Sayidah Khadijah ra tidak dibanggakan nabi karena kecantikannya, tapi dibanggakan karena kemuliaan pekertinya. Kepribadiannya, keimanan, pengorbanan, ketulusan, dan kedermawanannya, tak pernah hilang dari ingatan Nabi Saw. Kepada isteri-isterinya, Nabi saw pernah menegaskan bahwa tidak ada satupun dari mereka yang dapat menggantikan posisi Khadijah di sisinya. Api kerinduan Nabi Saw pada Khadijah tak pernah padam sekalipun jasadnya telah terpendam.
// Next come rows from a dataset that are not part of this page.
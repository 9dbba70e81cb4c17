//! SVG plot of a curve: species fractions on top, net charge below, legend at the right.
//!
//! Written by string building so the crate needs no drawing library.

use std::fmt::Write;

use crate::Curve;

/// What to draw besides the curve itself.
#[derive(Clone, Debug, PartialEq)]
pub struct PlotOptions {
    /// Title above the plot (e.g. the compound's name or SMILES).
    pub title: Option<String>,
    /// pH of interest, marked by a vertical dashed line with its value.
    pub ph: Option<f64>,
    /// Isoelectric point, marked on the charge panel.
    pub isoelectric_point: Option<f64>,
    /// Width of the picture in pixels.
    pub width: f64,
    /// Height of the picture in pixels.
    pub height: f64,
}

impl Default for PlotOptions {
    fn default() -> Self {
        Self {
            title: None,
            ph: None,
            isoelectric_point: None,
            width: 920.0,
            height: 600.0,
        }
    }
}

// A qualitative palette distinguishable in print and for the common colour-vision
// deficiencies (the Tableau 10 set; common practice). Past ten species lines turn dashed.
const PALETTE: [&str; 10] = [
    "#4e79a7", "#f28e2b", "#e15759", "#59a14f", "#b07aa1", "#76b7b2", "#edc948", "#9c755f",
    "#ff9da7", "#5f6b6d",
];
const FONT: &str = "font-family=\"Helvetica, Arial, sans-serif\"";
// A white outline under labels that sit on the lines, so they stay legible.
const HALO: &str =
    "paint-order=\"stroke\" stroke=\"#ffffff\" stroke-width=\"3\" stroke-linejoin=\"round\"";
const LEGEND_WIDTH: f64 = 300.0;
const LABEL_CHARS: usize = 34;

/// Renders `curve` as SVG: one coloured line per species (legend: charge and `labels[i]`,
/// e.g. its SMILES, plus its fraction at the marked pH), the fraction not covered by the
/// listed species as a grey dotted line when it is visible, the pH of interest as a dashed
/// vertical line, and the mean net charge in a panel below.
pub fn svg_plot(curve: &Curve, labels: &[String], options: &PlotOptions) -> String {
    let w = options.width.max(480.0);
    let h = options.height.max(360.0);
    let mut s = String::new();
    let _ = write!(
        s,
        "<svg xmlns=\"http://www.w3.org/2000/svg\" width=\"{w:.0}\" height=\"{h:.0}\" viewBox=\"0 0 {w:.0} {h:.0}\">\n\
         <rect width=\"100%\" height=\"100%\" fill=\"#ffffff\"/>\n"
    );
    let top = if options.title.is_some() { 56.0 } else { 28.0 };
    if let Some(t) = &options.title {
        let _ = writeln!(
            s,
            "<text x=\"{:.1}\" y=\"30\" {FONT} font-size=\"17\" font-weight=\"bold\" fill=\"#222\">{}</text>",
            64.0,
            escape(&truncate(t, 90))
        );
    }
    let (Some(first), Some(last)) = (curve.points.first(), curve.points.last()) else {
        let _ = writeln!(s, "<text x=\"{:.1}\" y=\"{:.1}\" {FONT} font-size=\"14\" fill=\"#555\">no points to plot</text>", w / 2.0 - 60.0, h / 2.0);
        s.push_str("</svg>\n");
        return s;
    };
    let (x0, mut x1) = (first.ph, last.ph);
    if x1 <= x0 {
        x1 = x0 + 1.0;
    }
    let left = 70.0;
    let right = w - LEGEND_WIDTH - 24.0;
    let bottom_all = h - 52.0;
    let gap = 34.0;
    let charge_h = ((bottom_all - top) * 0.28).max(80.0);
    let frac_top = top;
    let frac_bottom = bottom_all - charge_h - gap;
    let charge_top = frac_bottom + gap;
    let charge_bottom = bottom_all;
    let px = |ph: f64| left + (ph - x0) / (x1 - x0) * (right - left);
    let fy = |f: f64| frac_bottom - f.clamp(0.0, 1.0) * (frac_bottom - frac_top);

    // Charge axis: integer bounds around the curve, always including zero.
    let (mut cmin, mut cmax) = (0.0f64, 0.0f64);
    for p in &curve.points {
        if p.charge.is_finite() {
            cmin = cmin.min(p.charge);
            cmax = cmax.max(p.charge);
        }
    }
    let (cmin, mut cmax) = (cmin.floor(), cmax.ceil());
    if cmax - cmin < 1.0 {
        cmax = cmin + 1.0;
    }
    let cy = |c: f64| charge_bottom - (c - cmin) / (cmax - cmin) * (charge_bottom - charge_top);

    // Grid and ticks.
    let xstep = nice_step(x1 - x0, 10.0);
    let mut xt = (x0 / xstep).ceil() * xstep;
    s.push_str("<g stroke=\"#e6e6e6\" stroke-width=\"1\">\n");
    let mut xticks = Vec::new();
    while xt <= x1 + 1e-9 * xstep {
        xticks.push(xt);
        let x = px(xt);
        let _ = writeln!(
            s,
            "<line x1=\"{x:.1}\" y1=\"{frac_top:.1}\" x2=\"{x:.1}\" y2=\"{frac_bottom:.1}\"/>"
        );
        let _ = writeln!(
            s,
            "<line x1=\"{x:.1}\" y1=\"{charge_top:.1}\" x2=\"{x:.1}\" y2=\"{charge_bottom:.1}\"/>"
        );
        xt += xstep;
    }
    for i in 0..=5 {
        let y = fy(i as f64 * 0.2);
        let _ = writeln!(
            s,
            "<line x1=\"{left:.1}\" y1=\"{y:.1}\" x2=\"{right:.1}\" y2=\"{y:.1}\"/>"
        );
    }
    let cstep = nice_step(cmax - cmin, 4.0).max(1.0);
    let mut cticks = Vec::new();
    let mut ct = (cmin / cstep).ceil() * cstep;
    while ct <= cmax + 1e-9 {
        cticks.push(ct);
        let y = cy(ct);
        let _ = writeln!(
            s,
            "<line x1=\"{left:.1}\" y1=\"{y:.1}\" x2=\"{right:.1}\" y2=\"{y:.1}\"/>"
        );
        ct += cstep;
    }
    s.push_str("</g>\n");

    // Axes frames.
    let _ = writeln!(
        s,
        "<g fill=\"none\" stroke=\"#444\" stroke-width=\"1.2\">\n\
         <rect x=\"{left:.1}\" y=\"{frac_top:.1}\" width=\"{:.1}\" height=\"{:.1}\"/>\n\
         <rect x=\"{left:.1}\" y=\"{charge_top:.1}\" width=\"{:.1}\" height=\"{:.1}\"/>\n</g>",
        right - left,
        frac_bottom - frac_top,
        right - left,
        charge_bottom - charge_top
    );
    let zero = cy(0.0);
    let _ = writeln!(
        s,
        "<line x1=\"{left:.1}\" y1=\"{zero:.1}\" x2=\"{right:.1}\" y2=\"{zero:.1}\" stroke=\"#999\" stroke-width=\"1\"/>"
    );

    // Tick labels.
    let _ = writeln!(s, "<g {FONT} font-size=\"12\" fill=\"#333\">");
    for &t in &xticks {
        let x = px(t);
        let _ = writeln!(
            s,
            "<line x1=\"{x:.1}\" y1=\"{charge_bottom:.1}\" x2=\"{x:.1}\" y2=\"{:.1}\" stroke=\"#444\"/>\
             <text x=\"{x:.1}\" y=\"{:.1}\" text-anchor=\"middle\">{}</text>",
            charge_bottom + 5.0,
            charge_bottom + 19.0,
            fmt_tick(t, xstep)
        );
        let _ = writeln!(s, "<line x1=\"{x:.1}\" y1=\"{frac_bottom:.1}\" x2=\"{x:.1}\" y2=\"{:.1}\" stroke=\"#444\"/>", frac_bottom + 4.0);
    }
    for i in 0..=5 {
        let f = i as f64 * 0.2;
        let y = fy(f);
        let _ = writeln!(
            s,
            "<line x1=\"{:.1}\" y1=\"{y:.1}\" x2=\"{left:.1}\" y2=\"{y:.1}\" stroke=\"#444\"/>\
             <text x=\"{:.1}\" y=\"{:.1}\" text-anchor=\"end\">{f:.1}</text>",
            left - 5.0,
            left - 8.0,
            y + 4.0
        );
    }
    for &t in &cticks {
        let y = cy(t);
        let _ = writeln!(
            s,
            "<line x1=\"{:.1}\" y1=\"{y:.1}\" x2=\"{left:.1}\" y2=\"{y:.1}\" stroke=\"#444\"/>\
             <text x=\"{:.1}\" y=\"{:.1}\" text-anchor=\"end\">{}</text>",
            left - 5.0,
            left - 8.0,
            y + 4.0,
            signed(t)
        );
    }
    s.push_str("</g>\n");
    // Axis labels.
    let _ = writeln!(
        s,
        "<g {FONT} font-size=\"14\" fill=\"#222\">\n\
         <text x=\"{:.1}\" y=\"{:.1}\" text-anchor=\"middle\">pH</text>\n\
         <text transform=\"translate({:.1} {:.1}) rotate(-90)\" text-anchor=\"middle\">fraction</text>\n\
         <text transform=\"translate({:.1} {:.1}) rotate(-90)\" text-anchor=\"middle\">net charge</text>\n</g>",
        (left + right) / 2.0,
        charge_bottom + 40.0,
        left - 46.0,
        (frac_top + frac_bottom) / 2.0,
        left - 46.0,
        (charge_top + charge_bottom) / 2.0
    );

    // Clip the lines to the panels so a charge beyond the rounded bounds cannot spill.
    let _ = writeln!(
        s,
        "<defs><clipPath id=\"frac\"><rect x=\"{left:.1}\" y=\"{:.1}\" width=\"{:.1}\" height=\"{:.1}\"/></clipPath>\
         <clipPath id=\"chg\"><rect x=\"{left:.1}\" y=\"{charge_top:.1}\" width=\"{:.1}\" height=\"{:.1}\"/></clipPath></defs>",
        frac_top - 2.0,
        right - left,
        frac_bottom - frac_top + 4.0,
        right - left,
        charge_bottom - charge_top
    );

    // Species lines.
    let mut legend: Vec<(String, String, &str, String, String)> = Vec::new();
    let mark_index = options.ph.and_then(|ph| nearest(curve, ph));
    s.push_str("<g clip-path=\"url(#frac)\" fill=\"none\" stroke-width=\"2.2\" stroke-linejoin=\"round\">\n");
    for (k, sp) in curve.species.iter().enumerate() {
        let color = PALETTE[k % PALETTE.len()];
        let dash = if k >= PALETTE.len() { "6 3" } else { "" };
        let pts: Vec<String> = curve
            .points
            .iter()
            .map(|p| {
                format!(
                    "{:.1},{:.1}",
                    px(p.ph),
                    fy(p.fractions.get(k).copied().unwrap_or(0.0))
                )
            })
            .collect();
        let _ = writeln!(
            s,
            "<polyline stroke=\"{color}\"{} points=\"{}\"/>",
            if dash.is_empty() {
                String::new()
            } else {
                format!(" stroke-dasharray=\"{dash}\"")
            },
            pts.join(" ")
        );
        let label = labels
            .get(k)
            .cloned()
            .unwrap_or_else(|| format!("species {}", k + 1));
        let at = mark_index
            .and_then(|i| curve.points[i].fractions.get(k).copied())
            .map(percent)
            .unwrap_or_default();
        legend.push((
            signed(f64::from(sp.charge)),
            label,
            color,
            dash.to_string(),
            at,
        ));
    }
    let max_other = curve.points.iter().map(|p| p.other).fold(0.0, f64::max);
    if max_other > 0.005 {
        let pts: Vec<String> = curve
            .points
            .iter()
            .map(|p| format!("{:.1},{:.1}", px(p.ph), fy(p.other)))
            .collect();
        let _ = writeln!(
            s,
            "<polyline stroke=\"#8c8c8c\" stroke-dasharray=\"2 3\" points=\"{}\"/>",
            pts.join(" ")
        );
        let at = mark_index
            .map(|i| percent(curve.points[i].other))
            .unwrap_or_default();
        legend.push((
            String::new(),
            "all other microspecies".to_string(),
            "#8c8c8c",
            "2 3".to_string(),
            at,
        ));
    }
    s.push_str("</g>\n");

    // Charge curve.
    let pts: Vec<String> = curve
        .points
        .iter()
        .filter(|p| p.charge.is_finite())
        .map(|p| format!("{:.1},{:.1}", px(p.ph), cy(p.charge)))
        .collect();
    let _ = writeln!(
        s,
        "<polyline clip-path=\"url(#chg)\" fill=\"none\" stroke=\"#222\" stroke-width=\"2\" points=\"{}\"/>",
        pts.join(" ")
    );
    if let Some(pi) = options.isoelectric_point.filter(|p| *p >= x0 && *p <= x1) {
        let x = px(pi);
        let _ = writeln!(
            s,
            "<circle cx=\"{x:.1}\" cy=\"{zero:.1}\" r=\"4\" fill=\"#ffffff\" stroke=\"#222\" stroke-width=\"1.5\"/>\
             <text x=\"{:.1}\" y=\"{:.1}\" {FONT} font-size=\"12\" fill=\"#222\" {HALO}>pI {pi:.2}</text>",
            x + 7.0,
            zero - 7.0
        );
    }

    // pH of interest.
    if let Some(ph) = options.ph.filter(|p| *p >= x0 && *p <= x1) {
        let x = px(ph);
        let _ = writeln!(
            s,
            "<g stroke=\"#c0392b\" stroke-width=\"1.4\" stroke-dasharray=\"6 4\">\
             <line x1=\"{x:.1}\" y1=\"{frac_top:.1}\" x2=\"{x:.1}\" y2=\"{frac_bottom:.1}\"/>\
             <line x1=\"{x:.1}\" y1=\"{charge_top:.1}\" x2=\"{x:.1}\" y2=\"{charge_bottom:.1}\"/></g>"
        );
        let anchor = if x > right - 70.0 { "end" } else { "start" };
        let dx = if anchor == "end" { -5.0 } else { 5.0 };
        let _ = writeln!(
            s,
            "<text x=\"{:.1}\" y=\"{:.1}\" text-anchor=\"{anchor}\" {FONT} font-size=\"12\" font-weight=\"bold\" fill=\"#c0392b\" {HALO}>pH {ph:.2}</text>",
            x + dx,
            frac_top + 15.0
        );
        if let Some(i) = mark_index {
            let c = curve.points[i].charge;
            let _ = writeln!(
                s,
                "<text x=\"{:.1}\" y=\"{:.1}\" text-anchor=\"{anchor}\" {FONT} font-size=\"12\" fill=\"#c0392b\" {HALO}>charge {}</text>",
                x + dx,
                charge_top + 15.0,
                signed_frac(c)
            );
        }
    }

    // Legend.
    let lx = right + 24.0;
    let _ = writeln!(
        s,
        "<text x=\"{lx:.1}\" y=\"{:.1}\" {FONT} font-size=\"13\" font-weight=\"bold\" fill=\"#222\">microspecies{}</text>",
        frac_top + 12.0,
        match mark_index {
            Some(i) => format!(" (share at pH {:.2})", curve.points[i].ph),
            None => String::new(),
        }
    );
    let row = 21.0;
    for (k, (charge, label, color, dash, at)) in legend.iter().enumerate() {
        let y = frac_top + 34.0 + k as f64 * row;
        if y > h - 10.0 {
            break;
        }
        let dash_attr = if dash.is_empty() {
            String::new()
        } else {
            format!(" stroke-dasharray=\"{dash}\"")
        };
        let _ = writeln!(
            s,
            "<g><title>{}</title><line x1=\"{lx:.1}\" y1=\"{:.1}\" x2=\"{:.1}\" y2=\"{:.1}\" stroke=\"{color}\" stroke-width=\"3\"{dash_attr}/>\
             <text x=\"{:.1}\" y=\"{:.1}\" {FONT} font-size=\"12\" font-weight=\"bold\" fill=\"#222\" text-anchor=\"end\">{}</text>\
             <text x=\"{:.1}\" y=\"{:.1}\" font-family=\"DejaVu Sans Mono, Menlo, monospace\" font-size=\"11.5\" fill=\"#222\">{}</text>\
             <text x=\"{:.1}\" y=\"{:.1}\" {FONT} font-size=\"12\" fill=\"#555\" text-anchor=\"end\">{}</text></g>",
            escape(label),
            y - 4.0,
            lx + 22.0,
            y - 4.0,
            lx + 52.0,
            y,
            escape(charge),
            lx + 58.0,
            y,
            escape(&truncate(label, LABEL_CHARS - 9)),
            w - 8.0,
            y,
            escape(at)
        );
    }
    s.push_str("</svg>\n");
    s
}
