//! Charge and species fractions over a pH range.

use serde::Serialize;

use crate::microstates::check_ph;
use crate::{Microstates, SpeciationError, System, MAX_SPECIES};

/// Most points in one curve.
pub const MAX_POINTS: usize = 100_000;

/// A microspecies followed along a curve.
#[derive(Clone, Debug, PartialEq, Serialize)]
pub struct CurveSpecies {
    /// Per site: whether it is in its charged form.
    pub charged: Vec<bool>,
    /// Net charge.
    pub charge: i32,
}

/// One pH of a curve.
#[derive(Clone, Debug, PartialEq, Serialize)]
pub struct CurvePoint {
    /// pH.
    pub ph: f64,
    /// Mean net charge over all microstates.
    pub charge: f64,
    /// Fraction of each species of [`Curve::species`], same order.
    pub fractions: Vec<f64>,
    /// Fraction in all microstates not followed (`1 - sum(fractions)`, never negative).
    pub other: f64,
}

/// Charge and fractions of a fixed list of microspecies over a pH range.
#[derive(Clone, Debug, PartialEq, Serialize)]
pub struct Curve {
    /// The species followed.
    pub species: Vec<CurveSpecies>,
    /// The points, ascending pH.
    pub points: Vec<CurvePoint>,
    /// How it was computed (as [`crate::Speciation::method`]).
    pub method: String,
}

/// A curve from `from` to `to` in steps of `step`, following the microspecies that are
/// listed (see the crate docs, "Species reported") at one or more of its points, at most
/// [`MAX_SPECIES`] of them (those reaching the highest fraction), ordered by the pH where
/// each peaks.
pub fn curve(system: &System, from: f64, to: f64, step: f64) -> Result<Curve, SpeciationError> {
    Microstates::new(system)?.curve(from, to, step)
}

/// The pH values `from, from + step, ...` up to `to` (included when it falls on the grid,
/// within a millionth of a step).
pub fn grid(from: f64, to: f64, step: f64) -> Result<Vec<f64>, SpeciationError> {
    let bad = |reason| SpeciationError::BadRange {
        from,
        to,
        step,
        reason,
    };
    check_ph(from).map_err(|_| bad("the start is not a usable pH"))?;
    check_ph(to).map_err(|_| bad("the end is not a usable pH"))?;
    if !(step.is_finite() && step > 0.0) {
        return Err(bad("the step must be a positive number"));
    }
    if to < from {
        return Err(bad("the end is below the start"));
    }
    let count = ((to - from) / step * (1.0 + 1e-12) + 1e-6).floor() + 1.0;
    if count > MAX_POINTS as f64 {
        return Err(bad("too many points (at most 100000)"));
    }
    // Multiplying rather than adding keeps grid values free of accumulated rounding.
    Ok((0..count as usize)
        .map(|i| from + i as f64 * step)
        .collect())
}

impl Microstates {
    /// As [`curve`], on a prepared system.
    pub fn curve(&self, from: f64, to: f64, step: f64) -> Result<Curve, SpeciationError> {
        let phs = grid(from, to, step)?;
        // charged pattern -> (charge, highest fraction, pH of it)
        let mut seen: Vec<(Vec<bool>, i32, f64, f64)> = Vec::new();
        for &ph in &phs {
            for s in self.species(ph) {
                match seen.iter_mut().find(|e| e.0 == s.charged) {
                    Some(e) if s.fraction > e.2 => {
                        e.2 = s.fraction;
                        e.3 = ph;
                    }
                    Some(_) => {}
                    None => seen.push((s.charged, s.charge, s.fraction, ph)),
                }
            }
        }
        seen.sort_by(|a, b| b.2.total_cmp(&a.2));
        seen.truncate(MAX_SPECIES);
        seen.sort_by(|a, b| a.3.total_cmp(&b.3).then(b.2.total_cmp(&a.2)));
        let species: Vec<CurveSpecies> = seen
            .into_iter()
            .map(|(charged, charge, _, _)| CurveSpecies { charged, charge })
            .collect();
        Ok(self.curve_over(species, &phs))
    }

    /// Charge and fractions of the given microspecies from `from` to `to` in steps of
    /// `step`. A species whose `charged` list does not have one entry per site gets
    /// fraction 0.
    pub fn curve_for(
        &self,
        species: Vec<CurveSpecies>,
        from: f64,
        to: f64,
        step: f64,
    ) -> Result<Curve, SpeciationError> {
        let phs = grid(from, to, step)?;
        Ok(self.curve_over(species, &phs))
    }

    fn curve_over(&self, species: Vec<CurveSpecies>, phs: &[f64]) -> Curve {
        let points = phs
            .iter()
            .map(|&ph| {
                let fractions: Vec<f64> = species
                    .iter()
                    .map(|s| self.fraction(&s.charged, ph))
                    .collect();
                let other = (1.0 - fractions.iter().sum::<f64>()).max(0.0);
                CurvePoint {
                    ph,
                    charge: self.charge(ph),
                    fractions,
                    other,
                }
            })
            .collect();
        Curve {
            species,
            points,
            method: self.method().to_string(),
        }
    }
}

#[cfg(test)]
mod tests {
    use super::*;

    #[test]
    fn curve_follows_given_species_and_accounts_for_the_rest() {
        use crate::{Kind, SiteInput};
        let system = System {
            sites: vec![
                SiteInput {
                    kind: Kind::Acid,
                    pka: 4.0,
                },
                SiteInput {
                    kind: Kind::Acid,
                    pka: 6.0,
                },
            ],
            interaction: vec![],
            base_charge: 0,
        };
        let m = Microstates::new(&system).unwrap();
        let only = vec![CurveSpecies {
            charged: vec![false, false],
            charge: 0,
        }];
        let c = m.curve_for(only, 4.0, 6.0, 1.0).unwrap();
        assert_eq!(c.points.len(), 3);
        // At pH 4: weights 1, 1, 1e-2, 1e-2 (both charged): neutral share 1 / 2.01.
        let f = 1.0 / (1.0 + 1.0 + 0.01 + 0.01);
        assert!((c.points[0].fractions[0] - f).abs() < 1e-12);
        assert!((c.points[0].other - (1.0 - f)).abs() < 1e-12);
        // The automatic list covers all four microstates here, ordered by where each peaks.
        let auto = m.curve(0.0, 10.0, 0.5).unwrap();
        assert_eq!(auto.species.len(), 4);
        assert_eq!(auto.species[0].charged, vec![false, false]);
        assert_eq!(auto.species[3].charged, vec![true, true]);
    }

    #[test]
    fn grid_includes_end_on_the_grid() {
        let g = grid(0.0, 14.0, 0.1).unwrap();
        assert_eq!(g.len(), 141);
        assert!((g[140] - 14.0).abs() < 1e-9);
        assert_eq!(grid(2.0, 2.0, 0.5).unwrap(), vec![2.0]);
    }

    #[test]
    fn bad_ranges_are_refused_with_reason() {
        assert_eq!(
            grid(0.0, 14.0, 0.0).unwrap_err().to_string(),
            "pH range from 0 to 14 step 0: the step must be a positive number"
        );
        assert_eq!(
            grid(14.0, 0.0, 1.0).unwrap_err().to_string(),
            "pH range from 14 to 0 step 1: the end is below the start"
        );
        assert!(grid(0.0, 14.0, 1e-9).is_err());
        assert!(grid(f64::NAN, 14.0, 1.0).is_err());
    }
}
Itulah pesona Khadijah, cinta pertama nabi.

Imam Muslim dalam kitab shahihnya meriwayatkan dari Sayidah Aisyah sebagaira yang berkata :

وَكَانَ رَسُولُ اللَّهِ صَلَّى اللَّهُ عَلَيْهِ وَسَلَّمَ إِذَا ذَبَحَ الشَّاةَ فَيَقُولُ أَرْسِلُوا بِهَا إِلَى أَصْدِقَاءِ خَدِيجَةَ قَالَتْ فَأَغْضَبْتُهُ يَوْمًا فَقُلْتُ خَدِيجَةَ فَقَالَ رَسُولُ اللَّهِ صَلَّى اللَّهُ عَلَيْهِ وَسَلَّمَ إِنِّي قَدْ رُزِقْتُ حُبَّهَا

“Pernah, pada suatu ketika, Rasulullah saw menyembelih kambing, beliau berkata: ‘Berikanlah sebagian daging kambing kepada teman-teman Khadijah!’. Maka aku marah kepada Rasul saw sambil berkata; Khadijah?” Maka beliau berkata: “Sungguh aku benar-benar telah dianugerahi cinta Khadijah.” (Shahih Muslim, no. 4464)

Jadi, jika ada yang bertanya kenapa Rasul Saw senantiasa menyebut dan mengingat Sayidah Khadijah as? Jawablah seperti nabi menjawabnya, “Inni qad rujiqtu hubbaha“, karena nabi benar-benar dianugerahi cinta kepada khadijah.  Dalam kecemburuan yang meliputi sukma, Sayidah Aisyah ra melukiskan besarnya kecintaan Nabi saw kepada Sayidah Khadijah dengan ungkapan yang indah :

كَأَنَّهُ لَمْ يَكُنْ فِي الدُّنْيَا امْرَأَةٌ إِلاَّ خَدِيْجَة_

Seakan-akan di dunia ini tidak ada lagi wanita selain Khadijah“.

Itulah pesona Khadijah. Cinta Rasul padanya adalah anugerah terindah dari Tuhan Yang Maha Cinta.

Salam atasmu wahai Ummul mukminin

Salam atasmu wahai isteri sayyidil Mursalin

Salam atasmu wahai ummi Fatimah Zahra, penghulu wanita semesta alam

Salam atasmu wahai wanita yang pertama beriman

Salam atasmu wahai Khadijatul kubra warahmatullah wa barakatuh.